И потом, когда уже был дан приказ разойтись и настала та минута, которой заранее побаивался Ондржей, он все стоял среди гомона и смеха в толпе солдат и оглядывался, не видно ли той девушки, что так невероятно похожа на Кето. Надо убедиться, что это не она, и успокоиться. Ондржей деловито соображал, где бы разузнать поподробнее о советских медсестрах.
И вот тогда Кето тихо подошла к нему сзади, и он услышал свое имя, узнал ее характерное произношение:
— Ондржей!
Острое до боли ощущение счастья, такое же, как то, что неделю назад испытал Станислав на баррикаде, пронизало Ондржея. Ах, как прильнули друг к другу Кето и Ондржей! Словно вихрь бросил их в эти объятия!
Это была Кето, живая Кето! Они зашагали рядом. Она была молода и прекрасна в одежде воина, она улыбалась Ондржею и всем своим существом говорила: «Я жива, жива и хочу счастья!»
Вот какие неожиданности преподносит война! Одна бомба бросила Кето в руки гитлеровцев, другая помогла ей убежать из колонны смертников. После многих злоключений она со своими девушками добралась до наших войск под Берлином и вместе с ними пробилась в Прагу.

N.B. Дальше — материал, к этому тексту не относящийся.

"""The one tracking loop (redact.vision.tracking) and the typed settings that decide track ids.

No outside reference applies to the loop itself (it wires our own detector and tracker); the
checks are on properties a plan depends on: failed frames come out as failures with their reason,
the ids after them are the ids of a run where those frames failed the same way, and inferring
several frames at once changes nothing. Frames are synthetic grey images; the estimator is a
scripted double returning boxes we choose.
"""

from __future__ import annotations

import dataclasses
from fractions import Fraction

import numpy as np

from redact.media.video import Frame
from redact.pipeline import ProcessSettings
from redact.redaction.plan import ids_fingerprint
from redact.redaction.render import RenderSettings
from redact.vision.pose import PoseSettings
from redact.vision.records import Poses
from redact.vision.track import TrackerConfig
from redact.vision.tracking import TrackIdSettings, TrackingPass, coast_frames


class _ByIndex:
    """One person walking right 4 px a frame; the frame index is read from the first pixel, so the
    answer does not depend on which thread calls first. Raises on the frames in `faults`."""

    concurrent = True

    def __init__(self, faults=()):
        self.faults = set(faults)

    def estimate(self, image):
        i = int(image[0, 0, 0])
        if i in self.faults:
            raise RuntimeError("injected")
        x = 10.0 + 4 * i
        kp = np.zeros((1, 17, 3), np.float32)
        kp[0, :, 0], kp[0, :, 1], kp[0, :, 2] = x + 10, 50, 0.9
        return Poses(np.array([[x, 20, x + 20, 80]], np.float32), np.array([0.9], np.float32), kp)


def _indexed_frames(n: int, corrupt=()):
    out = []
    for i in range(n):
        img = np.full((120, 160, 3), 90, np.uint8)
        img[0, 0, 0] = i
        img.flags.writeable = False
        out.append(Frame(i, i * 512, Fraction(1, 12800), i / 25, img, bytes(32), i in corrupt))
    return out


def _run(workers: int, faults=(), corrupt=(), n: int = 12):
    tp = TrackingPass(_ByIndex(faults), TrackIdSettings(), 25.0, workers)
    return [(t.frame.index, None if t.tracks is None else t.tracks.ids.tolist(), t.error)
            for t in tp.run(_indexed_frames(n, corrupt))], tp


def test_failed_frames_come_out_with_their_reason_and_ids_carry_on():
    out, tp = _run(1, faults={3}, corrupt={6})
    assert out[3] == (3, None, "RuntimeError")
    assert out[6] == (6, None, "RedactError")  # decoder-flagged damage
    assert all(ids == [1] for i, ids, _ in out if i not in (3, 6)), out
    assert [s.id for s in tp.summary()] == [1]


def test_frames_inferred_at_once_give_the_same_ids_and_failures():
    assert _run(1, faults={2, 5}, corrupt={8})[0] == _run(3, faults={2, 5}, corrupt={8})[0]


def test_coast_frames_follow_the_frame_rate():
    ids = TrackIdSettings(coast_seconds=1.5)
    assert ids.tracker_config(25.0).max_coast_frames == 38  # 37.5 rounded half to even: 38
    assert ids.tracker_config(10.0).max_coast_frames == 15
    assert coast_frames(1.5, 0.0) == 38  # unknown rate: 25 frames/s assumed
    assert ids.tracker.max_coast_frames == TrackerConfig().max_coast_frames  # the default is not changed


def test_run_settings_carry_exactly_their_id_settings():
    s = ProcessSettings(pose=PoseSettings(score_threshold=0.4), coast_seconds=2.0, detect_every=2,
                        render=RenderSettings(style="blur"), crf=30)
    assert s.ids == TrackIdSettings(PoseSettings(score_threshold=0.4), TrackerConfig(), 2.0, 2)
    assert ids_fingerprint(s, "0" * 64) == ids_fingerprint(s.ids, "0" * 64)


def test_every_id_setting_changes_the_fingerprint():
    base = TrackIdSettings()
    fp = ids_fingerprint(base, "0" * 64)
    from redact.vision.motion import MotionSettings
    from redact.vision.scene import SceneSettings
    from redact.vision.search import SearchSettings

    changed = {"pose": PoseSettings(nms_iou=0.5), "tracker": TrackerConfig(max_cost=0.7), "coast_seconds": 2.0,
               "detect_every": 3, "search": SearchSettings(full_every=2),
               "scene": SceneSettings(motion=MotionSettings(enabled=False))}
    assert set(changed) == {f.name for f in dataclasses.fields(TrackIdSettings)}
    for name, value in changed.items():
        assert ids_fingerprint(dataclasses.replace(base, **{name: value}), "0" * 64) != fp, name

По воскрешенной Праге, полной пьянящих запахов акации, запахов битого кирпича и бензина советских танков, идут, крепко держась за руки, Ондржей и Кето, девушка с Зеленого мыса.
О чем же еще рассказывать? Разве это не самый счастливый конец? Разве это не самое счастливое начало? Ведь мир и верная любовь — это самое прекрасное в жизни, на них-то и стоит свет.
ПРИМЕЧАНИЯ
Люди на перепутье
Роман «Люди на перепутье» («Lidé na křižovatce») вышел в 1937 году в издательстве «Книговна лидовых новин» и в ближайшие два года выдержал десять изданий. Одиннадцатое издание появилось сразу же после освобождения страны в 1945 году. С тех пор до настоящего времени роман неоднократно переиздается.

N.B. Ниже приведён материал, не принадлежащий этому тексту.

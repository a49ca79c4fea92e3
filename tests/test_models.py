"""The model manifest and the hash check that runs before any model is loaded."""

from __future__ import annotations

import hashlib
from pathlib import Path

import pytest
from click.testing import CliRunner

from redact.cli import main
from redact.errors import ModelError
from redact.vision.models import MODELS_DIR, check_model, get_model, list_models, open_session

REPO = Path(__file__).resolve().parent.parent


def test_every_manifest_matches_its_file_and_the_docs():
    models = list_models()
    assert models, "no bundled model"
    docs = "".join(p.read_text() for p in (REPO / "models_manifest").glob("*.md"))
    for m in models:
        blob = (MODELS_DIR / m.file).read_bytes()
        assert hashlib.sha256(blob).hexdigest() == m.sha256  # FIPS 180-4 via hashlib
        assert len(blob) == m.bytes
        assert m.sha256 in docs, f"models_manifest/ does not record the hash of {m.id}"
        assert (REPO / m.manifest["licence_file"]).is_file()
        assert check_model(m) == "ok"


def test_one_changed_byte_is_refused_before_inference(tmp_path, monkeypatch):
    import onnxruntime

    entry = get_model()
    blob = bytearray(entry.path.read_bytes())
    blob[len(blob) // 2] ^= 0x01
    altered = tmp_path / entry.file
    altered.write_bytes(bytes(blob))

    def must_not_run(*a, **k):
        raise AssertionError("onnxruntime was reached with an altered model")

    monkeypatch.setattr(onnxruntime, "InferenceSession", must_not_run)
    with pytest.raises(ModelError) as e:
        open_session(entry, path=altered)
    assert entry.sha256 in str(e.value)
    assert hashlib.sha256(bytes(blob)).hexdigest() in str(e.value)


def test_models_command_lists_licence_and_ok():
    r = CliRunner().invoke(main, ["models"])
    assert r.exit_code == 0, r.output
    assert "yolo11n-pose" in r.output and "AGPL-3.0" in r.output and r.output.rstrip().endswith("ok")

Буржуазная критика и литераторы либерального толка, единодушно признав выдающееся мастерство Пуймановой в изображении психологии героев, быта и общественной атмосферы, немало иронизовали по поводу стремления писательницы изображать фабричную жизнь, рабочие митинги и демонстрации. Так, рецензенты журналов «Критицки месечник»[265] и «Розгледы»[266] сочли излишними сцены рабочей забастовки, митинга в Драхове, первомайского празднества в Улах и вообще всей улецкой линии в романе. Оба критика подвергли сомнению и правдивость образа Ондржея. Обозреватель журнала «Критицки месечник» утверждал, что роман портит излишняя публицистичность и символика, прежде всего образ «Яфеты», а рецензент «Розгледов» еще более прямо сформулировал причину своего неудовольствия: он увидел в книге Пуймановой влияние советских производственных романов.
Коммунистическая критика сразу же высоко оценила роман Пуймановой и верно поняла его большое значение для развития чешской прогрессивной литературы. Поэт С.-К. Нейман в своей статье в «Творбе»[267] под знаменательным заголовком «Самый важный роман» характеризует «Людей на перепутье» как явление социалистического реализма.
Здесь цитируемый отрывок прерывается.